Exercise details ▸
In the data that follows, every line containing the word "customerForPage" should be returned.

-- Opening Marker --

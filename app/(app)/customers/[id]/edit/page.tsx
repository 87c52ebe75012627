import type { Metadata } from 'next';
import { notFound } from 'next/navigation';
import { Breadcrumbs } from '@/components/ui/Breadcrumbs';
import { CustomerForm } from '@/components/customers/CustomerForm';
import { PageHeader } from '@/components/ui/PageHeader';

import { parseId } from '@/lib/api/schemas';
import { customerForPage } from '@/lib/customers/access';
import { customerDto } from '@/lib/customers/queries';
import { requireUser } from '@/lib/session';

export const metadata: Metadata = { title: 'Change customer' };

type Props = { params: Promise<{ id: string }> };

export default async function EditCustomerPage({ params }: Props) {
  const { id: raw } = await params;
  const user = await requireUser(`/customers/${raw}/edit`);
  const id = parseId(raw);
  const customer = id ? await customerForPage(user, id) : null;
  if (!customer) notFound();
  const dto = customerDto(customer);
  return (
    <>
      <Breadcrumbs trail={[{ href: `/customers/${dto.id}`, label: dto.name }]} />
      <PageHeader title={`Change ${dto.name}`} />
      <CustomerForm organisationId={dto.organisationId} customer={dto} />
    </>
  );
}
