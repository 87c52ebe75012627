import { json, route } from '@/lib/api';
import { idParams } from '@/lib/api/schemas';
import { loadOwned } from '@/lib/access';
import { lampTypePatchSchema } from '@/lib/lamp-types/schema';
import { toDto } from '@/lib/lamp-types/queries';
import { deleteLampType, updateLampType } from '@/lib/lamp-types/mutations';

export const GET = route({
  params: idParams,
  handler: async ({ params, user }) => toDto(await loadOwned('lamp-type', params.id, user, 'read')),
});

export const PATCH = route({
  params: idParams,
  body: lampTypePatchSchema,
  handler: async ({ params, body, user }) => {
    const row = await loadOwned('lamp-type', params.id, user, 'update');
    return toDto(await updateLampType(row, body, user.id));
  },
});

/** Refused (409) while lamps in the lamp log use this type: their history depends on it. */
export const DELETE = route({
  params: idParams,
  handler: async ({ params, user }) => {
    const row = await loadOwned('lamp-type', params.id, user, 'delete');
    await deleteLampType(row);
    return json({ ok: true });
  },
});
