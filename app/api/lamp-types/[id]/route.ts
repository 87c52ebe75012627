import { json, ownedRoute } from '@/lib/api';
import { lampTypePatchSchema } from '@/lib/lamp-types/schema';
import { toDto } from '@/lib/lamp-types/queries';
import { deleteLampType, updateLampType } from '@/lib/lamp-types/mutations';

export const GET = ownedRoute('lamp-type', 'read', {
  handler: async ({ thing }) => toDto(thing),
});

export const PATCH = ownedRoute('lamp-type', 'update', {
  body: lampTypePatchSchema,
  handler: async ({ thing: row, body, user }) => {
    return toDto(await updateLampType(row, body, user.id));
  },
});

/** Refused (409) while lamps in the lamp log use this type: their history depends on it. */
export const DELETE = ownedRoute('lamp-type', 'delete', {
  handler: async ({ thing: row }) => {
    await deleteLampType(row);
    return json({ ok: true });
  },
});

-- Closing Marker --

Expected answer ▸
import { customerForPage } from '@/lib/customers/access';
  const customer = id ? await customerForPage(user, id) : null;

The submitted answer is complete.